#### WHAT YOU WILL DO:
Exactly as written, restate the material below from its first line through the line containing "carry, kg: 0 to aircraft.maxPayload_kg. */", and stop there.

----

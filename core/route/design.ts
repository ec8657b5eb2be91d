/**
 * Design takeoff mass for a stage length and payload, and the two inverses the runway check needs
 * (greatest payload for a stage at a given takeoff mass; greatest stage for a payload at a given
 * takeoff mass).
 *
 * Source: Breguet range equation, Aeronautical Engineer's Data Book ch. 9 (closed form, weights multiplicative; design TOW = min(MTOW, W_TO);
 * check the landing mass against MLW and the fuel against capacity) with the reserve rules of §9.2
 * (reserves.ts) and the Breguet forms of §9.1 (breguet.ts). All solves are closed form (model.ts).
 *
 * Validity: stage length 1 km to 20 000 km; payload 0 to the structural maximum; takeoff mass above 0
 * and at most MTOW. Results are planning estimates: trip fuel is Breguet cruise over the stage plus a
 * climb/descent allowance (model.ts); trip time is stage / cruise TAS; no wind.
 */
import { notice, qty, siText, type Notice } from '../notices.js';
import type { AircraftProfile } from '../aircraft.js';
import { finite, inRange } from '../validate.js';
import type { ReservePolicy, ResolvedReserves } from './reserves.js';
import {
  ROUTE_LIMIT_LABELS, ROUTE_MASS_SLACK_KG, ROUTE_METHOD_VERSION, ROUTE_STAGE_LENGTH_RANGE, buildRouteFuelModel,
  routeCapacity, routeFactors, routeLoading, routeModelTrace, routeReach, routeViolations,
  type RouteFuelModel, type RouteLimit, type RouteLoading, type RouteTraceItem,
} from './model.js';

export type RouteStatus = 'ok' | 'payload-limited' | 'fuel-limited' | 'out-of-range';

export interface DesignTakeoffMassInput {
  readonly aircraft: AircraftProfile;
  /** Stage length (great-circle trip distance), m: 1 000 to 20 000 000. */
  readonly stageLength_m: number;
  /** Payload to carry, kg: 0 to aircraft.maxPayload_kg. */
  readonly payload_kg: number;
  readonly reserves: ReservePolicy;
}

export interface RouteResult {
  readonly method: string;
  readonly status: RouteStatus;
  /** Why the result is not 'ok' (absent when ok), as SI text. */
  readonly reason?: string;
  /** The same, as a notice (rendered in the reader's units). */
  readonly why?: Notice;
  readonly aircraftId: string;
  readonly reserves: ResolvedReserves;
  readonly stageLength_m: number;
  readonly requestedPayload_kg: number;
  /**
   * The design loading. 'ok': the requested payload over the stage. 'payload-limited' / 'fuel-limited':
   * the greatest payload that flies the stage. 'out-of-range': zero payload over the farthest stage
   * the aircraft can reach (`reachZeroPayload_m`), or over 0 m when even that fails.
   */
  readonly loading: RouteLoading;
  /** Brake-release mass of the design loading, kg (≤ MTOW except when out of range at stage 0). */
  readonly designTakeoffMass_kg: number;
  /** Requested payload minus the payload carried, kg (≥ 0). */
  readonly payloadOffload_kg: number;
  /** The limit that caps the carried payload (absent when ok). */
  readonly limitedBy?: RouteLimit;
  /** Limits the requested loading breaks (empty when ok). */
  readonly violated: readonly RouteLimit[];
  /** Takeoff mass the requested payload would need over the stage, kg, when the fuel rules can close. */
  readonly uncappedTakeoffMass_kg?: number;
  /** Arrival mass the requested payload would have, kg, when the fuel rules can close. */
  readonly uncappedArrivalMass_kg?: number;
  /** Greatest stage with the requested payload, m (0 when it cannot fly at all). */
  readonly reachWithPayload_m: number;
  /** Greatest stage with zero payload (ferry reach), m (0 when none). */
  readonly reachZeroPayload_m: number;
  readonly trace: readonly RouteTraceItem[];
  readonly warnings: readonly Notice[];
}

const kg = (x: number) => qty.mass(x);
const km = (x: number) => qty.distance(x, 1);

function checkLoading(l: RouteLoading): RouteLoading {
  for (const [k, v] of Object.entries(l)) finite(`route loading ${k}`, v as number);
  return l;
}

function loadingTrace(l: RouteLoading): RouteTraceItem[] {
  return [
    { key: 'tripTime_s', label: 'Trip time at cruise speed', value: l.tripTime_s, unit: 's' },
    { key: 'zeroFuelMass_kg', label: 'Zero-fuel mass', value: l.zeroFuelMass_kg, unit: 'kg' },
    { key: 'reserveFuel_kg', label: 'Reserve fuel (alternate + final reserve)', value: l.reserveFuel_kg, unit: 'kg' },
    { key: 'contingencyFuel_kg', label: 'Contingency fuel', value: l.contingencyFuel_kg, unit: 'kg' },
    { key: 'arrivalMass_kg', label: 'Arrival (landing) mass', value: l.arrivalMass_kg, unit: 'kg' },
    { key: 'cruiseFuel_kg', label: 'Cruise fuel (Breguet over the stage)', value: l.cruiseFuel_kg, unit: 'kg' },
    { key: 'climbDescentFuel_kg', label: 'Climb/descent allowance', value: l.climbDescentFuel_kg, unit: 'kg' },
    { key: 'tripFuel_kg', label: 'Trip fuel (cruise + climb/descent)', value: l.tripFuel_kg, unit: 'kg' },
    { key: 'blockFuel_kg', label: 'Block fuel (taxi + trip)', value: l.blockFuel_kg, unit: 'kg' },
    { key: 'takeoffMass_kg', label: 'Takeoff (brake-release) mass', value: l.takeoffMass_kg, unit: 'kg' },
    { key: 'rampMass_kg', label: 'Ramp mass', value: l.rampMass_kg, unit: 'kg' },
  ];
}

function clampPayload(m: RouteFuelModel, W: number): number {
  // Zero-fuel mass within the slack of OEW counts as zero payload.
  return W < m.oew_kg && W > m.oew_kg - ROUTE_MASS_SLACK_KG ? m.oew_kg : W;
}

function violationText(m: RouteFuelModel, lim: RouteLimit, l: RouteLoading): Notice {
  switch (lim) {
    case 'mtow': return notice('route.overMtow')`takeoff mass ${kg(l.takeoffMass_kg)} exceeds MTOW ${kg(m.mtow_kg)}`;
    case 'max-fuel': return notice('route.overFuelCapacity')`ramp fuel ${kg(l.rampFuel_kg)} exceeds the fuel capacity ${kg(m.maxFuel_kg)}`;
    case 'mlw': return notice('route.overMlw')`arrival mass ${kg(l.arrivalMass_kg)} exceeds MLW ${kg(m.mlw_kg)}`;
    case 'max-payload': return notice('route.overMaxPayload')`payload ${kg(l.payload_kg)} exceeds the maximum payload ${kg(m.maxPayload_kg)}`;
  }
}

/**
 * Takeoff mass for a stage length and payload with the named reserve policy (§9.3): trip,
 * contingency, reserve and taxi fuel; takeoff, ramp and arrival masses; capped by MTOW, fuel capacity
 * and MLW. Bad input throws InputDomainError; a route the aircraft cannot fly is a result.
 */
export function designTakeoffMass(input: DesignTakeoffMassInput): RouteResult {
  const { aircraft } = input;
  const m = buildRouteFuelModel(aircraft, input.reserves);
  const s = inRange('stageLength_m', input.stageLength_m, ROUTE_STAGE_LENGTH_RANGE);
  const P = inRange('payload_kg', input.payload_kg, { min: 0, max: aircraft.maxPayload_kg, unit: 'kg' });
  const warnings = [...m.warnings];
  const Wzf = m.oew_kg + P;

  const reachP = routeReach(m, Wzf, m.mtow_kg);
  const reach0 = routeReach(m, m.oew_kg, m.mtow_kg);
  const f = routeFactors(m, s);
  const requested = f.finite ? checkLoading(routeLoading(m, s, Wzf)) : undefined;
  const violated = requested ? routeViolations(m, requested, m.mtow_kg) : (['max-fuel'] as RouteLimit[]);

  let status: RouteStatus;
  let why: Notice | undefined;
  let loading: RouteLoading;
  let limitedBy: RouteLimit | undefined;

  if (requested && violated.length === 0) {
    status = 'ok';
    loading = requested;
  } else {
    const cap = routeCapacity(m, s, m.mtow_kg);
    const broken: readonly Notice[] = requested
      ? violated.map((v) => violationText(m, v, requested))
      : [notice('route.contingencyUnfundable')`the contingency rule needs more fuel than any loading can carry`];
    if (cap.payload_kg >= -ROUTE_MASS_SLACK_KG) {
      limitedBy = cap.limitedBy;
      loading = checkLoading(routeLoading(m, s, clampPayload(m, cap.zeroFuelMass_kg)));
      status = limitedBy === 'max-fuel' ? 'fuel-limited' : 'payload-limited';
      why = notice('route.payloadLimited')`With the requested payload ${kg(P)} over ${km(s)}: ${broken}. Limited by the ${ROUTE_LIMIT_LABELS[limitedBy]}: the greatest payload for this stage is ${kg(loading.payload_kg)}, ${kg(P - loading.payload_kg)} left behind (takeoff mass ${kg(loading.takeoffMass_kg)}).`;
    } else {
      status = 'out-of-range';
      limitedBy = reach0?.limitedBy ?? cap.limitedBy;
      const stage0 = reach0 ? reach0.stage_m : 0;
      const f0 = routeFactors(m, stage0);
      loading = checkLoading(f0.finite ? routeLoading(m, stage0, m.oew_kg) : routeLoading(m, 0, m.oew_kg));
      why = reach0
        ? notice('route.outOfRange')`Stage ${km(s)} cannot be flown even with zero payload: the farthest reach is ${km(reach0.stage_m)}, limited by the ${ROUTE_LIMIT_LABELS[reach0.limitedBy]} (${broken}).`
        : notice('route.reservesUnfundable')`The aircraft cannot carry its reserve fuel within its limits even with zero payload and zero stage (${broken}).`;
    }
  }

  const trace: RouteTraceItem[] = [
    ...routeModelTrace(m),
    { key: 'stageLength_m', label: 'Stage length', value: s, unit: 'm' },
    { key: 'requestedPayload_kg', label: 'Requested payload', value: P, unit: 'kg' },
    { key: 'phi', label: 'W_TO / (W_ZF + fixed-flow holding fuel) for the stage', value: f.finite ? f.phi : 0, unit: '' },
    ...loadingTrace(loading),
  ];
  if (status !== 'ok') warnings.push(why!);
  const reason = why === undefined ? undefined : siText(why);

  const result: RouteResult = {
    method: ROUTE_METHOD_VERSION,
    status,
    ...(reason !== undefined ? { reason, why } : {}),
    aircraftId: aircraft.id,
    reserves: m.reserves,
    stageLength_m: s,
    requestedPayload_kg: P,
    loading,
    // A loading capped at MTOW can land a rounding error above it (22800.000000000004 kg): the design
    // mass is a takeoff mass, so it is held to MTOW within the route model's mass slack.
    designTakeoffMass_kg: loading.takeoffMass_kg > m.mtow_kg && loading.takeoffMass_kg <= m.mtow_kg + ROUTE_MASS_SLACK_KG ? m.mtow_kg : loading.takeoffMass_kg,
    payloadOffload_kg: Math.max(0, P - loading.payload_kg),
    ...(limitedBy !== undefined ? { limitedBy } : {}),
    violated: status === 'ok' ? [] : violated,
    ...(requested ? { uncappedTakeoffMass_kg: requested.takeoffMass_kg, uncappedArrivalMass_kg: requested.arrivalMass_kg } : {}),
    reachWithPayload_m: finite('reachWithPayload_m', reachP ? reachP.stage_m : 0),
    reachZeroPayload_m: finite('reachZeroPayload_m', reach0 ? reach0.stage_m : 0),
    trace,
    warnings,
  };
  return result;
}

export interface PayloadForRangeInput {
  readonly aircraft: AircraftProfile;
  /** Takeoff (brake-release) mass available, kg: above 0 and at most MTOW (e.g. the runway-limited mass). */
  readonly takeoffMass_kg: number;
  /** Stage length, m: 1 000 to 20 000 000. */
  readonly stageLength_m: number;
  readonly reserves: ReservePolicy;
}

export interface RoutePayloadResult {
  readonly method: string;
  readonly status: 'ok' | 'cannot-fly';
  readonly reason?: string;
  /** Greatest payload that flies the stage without exceeding the takeoff mass, kg (0 when it cannot fly). */
  readonly payload_kg: number;
  /** The binding limit ('mtow' here means the given takeoff mass). */
  readonly limitedBy: RouteLimit;
  /** The loading with that payload (present when ok). Its takeoff mass may be below the given one. */
  readonly loading?: RouteLoading;
  readonly trace: readonly RouteTraceItem[];
  readonly warnings: readonly Notice[];
}

/** Greatest payload (≥ 0) that can fly a stage at a given takeoff mass, or 'cannot-fly' (closed form). */
export function payloadForRange(input: PayloadForRangeInput): RoutePayloadResult {
  const { aircraft } = input;
  const m = buildRouteFuelModel(aircraft, input.reserves);
  const tow = inRange('takeoffMass_kg', input.takeoffMass_kg, { min: 0, minInclusive: false, max: aircraft.mtow_kg, unit: 'kg' });
  const s = inRange('stageLength_m', input.stageLength_m, ROUTE_STAGE_LENGTH_RANGE);
  const cap = routeCapacity(m, s, tow);
  const trace: RouteTraceItem[] = [
    ...routeModelTrace(m),
    { key: 'takeoffMassCap_kg', label: 'Takeoff mass available', value: tow, unit: 'kg' },
    { key: 'stageLength_m', label: 'Stage length', value: s, unit: 'm' },
  ];
  if (cap.payload_kg < -ROUTE_MASS_SLACK_KG) {
    const why = notice('route.cannotFlyAtMass')`Stage ${km(s)} cannot be flown at a takeoff mass of ${kg(tow)} even with zero payload (limited by the ${ROUTE_LIMIT_LABELS[cap.limitedBy]}).`;
    return { method: ROUTE_METHOD_VERSION, status: 'cannot-fly', reason: siText(why), payload_kg: 0, limitedBy: cap.limitedBy, trace, warnings: [...m.warnings, why] };
  }
  const loading = checkLoading(routeLoading(m, s, clampPayload(m, cap.zeroFuelMass_kg)));
  return {
    method: ROUTE_METHOD_VERSION,
    status: 'ok',
    payload_kg: finite('payload_kg', Math.max(0, loading.payload_kg)),
    limitedBy: cap.limitedBy,
    loading,
    trace: [...trace, ...loadingTrace(loading)],
    warnings: [...m.warnings],
  };
}

export interface RangeForPayloadInput {
  readonly aircraft: AircraftProfile;
  /** Takeoff (brake-release) mass available, kg: above 0 and at most MTOW. */
  readonly takeoffMass_kg: number;
  /** Payload, kg: 0 to aircraft.maxPayload_kg. */
  readonly payload_kg: number;
  readonly reserves: ReservePolicy;
}

export interface RouteRangeResult {
  readonly method: string;
  readonly status: 'ok' | 'cannot-fly';
  readonly reason?: string;
  /** Greatest stage length, m (0 when it cannot fly). */
  readonly range_m: number;
  /** The binding limit ('mtow' here means the given takeoff mass). */
  readonly limitedBy?: RouteLimit;
  /** The loading over that stage (present when ok). Its takeoff mass may be below the given one. */
  readonly loading?: RouteLoading;
  readonly trace: readonly RouteTraceItem[];
  readonly warnings: readonly Notice[];
}

/** Greatest stage length for a payload at a given takeoff mass (closed form). */
export function rangeForPayload(input: RangeForPayloadInput): RouteRangeResult {
  const { aircraft } = input;
  const m = buildRouteFuelModel(aircraft, input.reserves);
  const tow = inRange('takeoffMass_kg', input.takeoffMass_kg, { min: 0, minInclusive: false, max: aircraft.mtow_kg, unit: 'kg' });
  const P = inRange('payload_kg', input.payload_kg, { min: 0, max: aircraft.maxPayload_kg, unit: 'kg' });
  const r = routeReach(m, m.oew_kg + P, tow);
  const trace: RouteTraceItem[] = [
    ...routeModelTrace(m),
    { key: 'takeoffMassCap_kg', label: 'Takeoff mass available', value: tow, unit: 'kg' },
    { key: 'payload_kg', label: 'Payload', value: P, unit: 'kg' },
  ];
  if (r === null) {
    const why = notice('route.payloadDoesNotFit')`A payload of ${kg(P)} with its reserves does not fit a takeoff mass of ${kg(tow)} and the aircraft limits.`;
    return { method: ROUTE_METHOD_VERSION, status: 'cannot-fly', reason: siText(why), range_m: 0, trace, warnings: [...m.warnings, why] };
  }
  const loading = checkLoading(routeLoading(m, r.stage_m, m.oew_kg + P));
  return {
    method: ROUTE_METHOD_VERSION,
    status: 'ok',
    range_m: finite('range_m', r.stage_m),
    limitedBy: r.limitedBy,
    loading,
    trace: [...trace, ...loadingTrace(loading)],
    warnings: [...m.warnings],
  };
}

----

#### OUTPUT FOR THIS TASK:
filename core/route/design.ts
repository ec8657b5eb2be91d
/**
 * Design takeoff mass for a stage length and payload, and the two inverses the runway check needs
 * (greatest payload for a stage at a given takeoff mass; greatest stage for a payload at a given
 * takeoff mass).
 *
 * Source: Breguet range equation, Aeronautical Engineer's Data Book ch. 9 (closed form, weights multiplicative; design TOW = min(MTOW, W_TO);
 * check the landing mass against MLW and the fuel against capacity) with the reserve rules of §9.2
 * (reserves.ts) and the Breguet forms of §9.1 (breguet.ts). All solves are closed form (model.ts).
 *
 * Validity: stage length 1 km to 20 000 km; payload 0 to the structural maximum; takeoff mass above 0
 * and at most MTOW. Results are planning estimates: trip fuel is Breguet cruise over the stage plus a
 * climb/descent allowance (model.ts); trip time is stage / cruise TAS; no wind.
 */
import { notice, qty, siText, type Notice } from '../notices.js';
import type { AircraftProfile } from '../aircraft.js';
import { finite, inRange } from '../validate.js';
import type { ReservePolicy, ResolvedReserves } from './reserves.js';
import {
  ROUTE_LIMIT_LABELS, ROUTE_MASS_SLACK_KG, ROUTE_METHOD_VERSION, ROUTE_STAGE_LENGTH_RANGE, buildRouteFuelModel,
  routeCapacity, routeFactors, routeLoading, routeModelTrace, routeReach, routeViolations,
  type RouteFuelModel, type RouteLimit, type RouteLoading, type RouteTraceItem,
} from './model.js';

export type RouteStatus = 'ok' | 'payload-limited' | 'fuel-limited' | 'out-of-range';

export interface DesignTakeoffMassInput {
  readonly aircraft: AircraftProfile;
  /** Stage length (great-circle trip distance), m: 1 000 to 20 000 000. */
  readonly stageLength_m: number;
  /** Payload to carry, kg: 0 to aircraft.maxPayload_kg. */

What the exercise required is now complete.